I am using a 250 GB memory machine so the bottleneck is on janusgraph.

graph = JanusGraphFactory.open('conf/janusgraph-cassandra-es.properties')
g = graph.traversal()

commentsID = [:]

new File('comments_0_0.csv').eachLine { line, count ->
  // Skip header
  if (count > 1){
    columns = line.split('\\|',-1)

        def types = 'Comments'
        def id_str, creationDate, locationIP, browserUsed, content, length
        (id_str, creationDate, locationIP, browserUsed, content, length) = columns
        long id = Long.parseLong(id_str)

    node = g.addV('Message')
      .property('id', id)
      .property('creationDate', creationDate)
      .property('locationIP', locationIP)
      .property('browserUsed', browserUsed)
      .property('content', content)
      .property('length', length)
      .property('types', types)
      .next()
        nodeId = node.longId()

    commentsID[id_str] = nodeId
  }
}
graph.tx().commit()


Oleksandr Porunov <alexand...@...>
 

I would suggest to parallelize the data loading.
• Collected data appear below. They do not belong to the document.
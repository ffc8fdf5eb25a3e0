"""A rewriting rule: every definite integral inside an expression that we can do, done."""
from __future__ import annotations

from typing import Any

from sympy import Basic, Integral, Piecewise
from sympy.strategies.rl import rebuild

from ..integrate import try_strategies


def evaluate_integrals(expr: Any) -> Any:
    """Replace the definite integrals inside an expression by their closed forms, where we know them.

    A plain function expr -> expr for the combinators of `sympy.strategies`, `Basic.replace` and
    `bottom_up`.  It is idempotent, asks SymPy for nothing, and returns the very same object where there is
    nothing to do.

    Parameters
    ----------
    expr : Basic
        Anything else is returned as it is.

    Returns
    -------
    Basic
        A closed form that holds in part of the parameter space only stands in a Piecewise that ends in the
        integral itself.

    Examples
    --------
    >>> from sympy import Eq, Function, Integral, exp, oo, symbols
    >>> from sympy_mellin_ext import evaluate_integrals
    >>> x, a, y = symbols('x a y', positive=True)
    >>> f = Function('f')
    >>> evaluate_integrals(Eq(f(y), y*Integral(exp(-a*x**2), (x, 0, oo)) + Integral(f(x), (x, 0, y))))
    Eq(f(y), Integral(f(x), (x, 0, y)) + sqrt(pi)*y/(2*sqrt(a)))
    """
    return _rewrite(expr, frozenset()) if isinstance(expr, Basic) else expr


def _rewrite(expr: Basic, excluded: frozenset[Basic]) -> Basic:
    """Rewrite where the ``excluded`` conditions do not hold: those of earlier branches of a Piecewise.

    The integral in the last branch of our own answer is left alone in this way, and so is what powers and
    products make of that answer.
    """
    if not expr.has(Integral):
        return expr
    if isinstance(expr, Piecewise):
        return _branches(expr, excluded)
    args = [_rewrite(arg, excluded) for arg in expr.args]
    if any(new is not old for new, old in zip(args, expr.args, strict=True)):
        expr = expr.func(*args)
    if type(expr) is not Integral:
        return expr
    # the traversals of sympy.strategies put trees together without SymPy's constructors
    f, *limits = (rebuild(arg) for arg in expr.args)
    outcome = try_strategies(f, tuple(limits), (), {})
    return expr if outcome.closed is None or outcome.closed.condition in excluded else outcome.answer


def _branches(expr: Piecewise, excluded: frozenset[Basic]) -> Basic:
    branches = []
    changed = False
    for value, condition in expr.args:
        if condition in excluded:  # a traversal bottom-up has put our answer into itself
            changed = True
            continue
        new = _rewrite(value, excluded)
        changed = changed or new is not value
        branches.append((new, condition))
        excluded |= {condition}
    if not branches or not changed:
        return expr
    value, condition = branches[0]
    return value if condition == True else Piecewise(*branches)  # noqa: E712 - SymPy Boolean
I don't know Python, so I can't suggest the technique for it but in Java you would split your file in batches, make ExecutorService with for example 10-20 threads, push tasks into the ExecutorService (each task for example could load 10000 vertices into the graph and commit separately each task). Don't forget to create a separate transaction for each new task `taskTransaction = graph.tx().createThreadedTx()`. Also, use `storage.batch-loading=true` property to enable batch loading.


On Friday, March 29, 2019 at 11:09:01 PM UTC+2, Jerry wrote:
I have the following script for loading data to janusgraph but it is too slow. It seems that the loading script runs in a single thread.

How to make the loading faster/parallel? The sample raw data file has 2,738,871 lines(202MB) and it takes several minutes to load the data.

I did not create and index nor schema before load.

I am using a 250 GB memory machine so the bottleneck is on janusgraph.

graph = JanusGraphFactory.open('conf/janusgraph-cassandra-es.properties')
g = graph.traversal()

commentsID = [:]

new File('comments_0_0.csv').eachLine { line, count ->
  // Skip header
  if (count > 1){
    columns = line.split('\\|',-1)

        def types = 'Comments'
        def id_str, creationDate, locationIP, browserUsed, content, length
        (id_str, creationDate, locationIP, browserUsed, content, length) = columns
        long id = Long.parseLong(id_str)

    node = g.addV('Message')
      .property('id', id)
      .property('creationDate', creationDate)
      .property('locationIP', locationIP)
      .property('browserUsed', browserUsed)
      .property('content', content)
      .property('length', length)
      .property('types', types)
      .next()
        nodeId = node.longId()

    commentsID[id_str] = nodeId
  }
}
graph.tx().commit()


Jerry <zhiyi.j...@...>
 

Is there any full example on how to split/multiple thread/create separate transactions?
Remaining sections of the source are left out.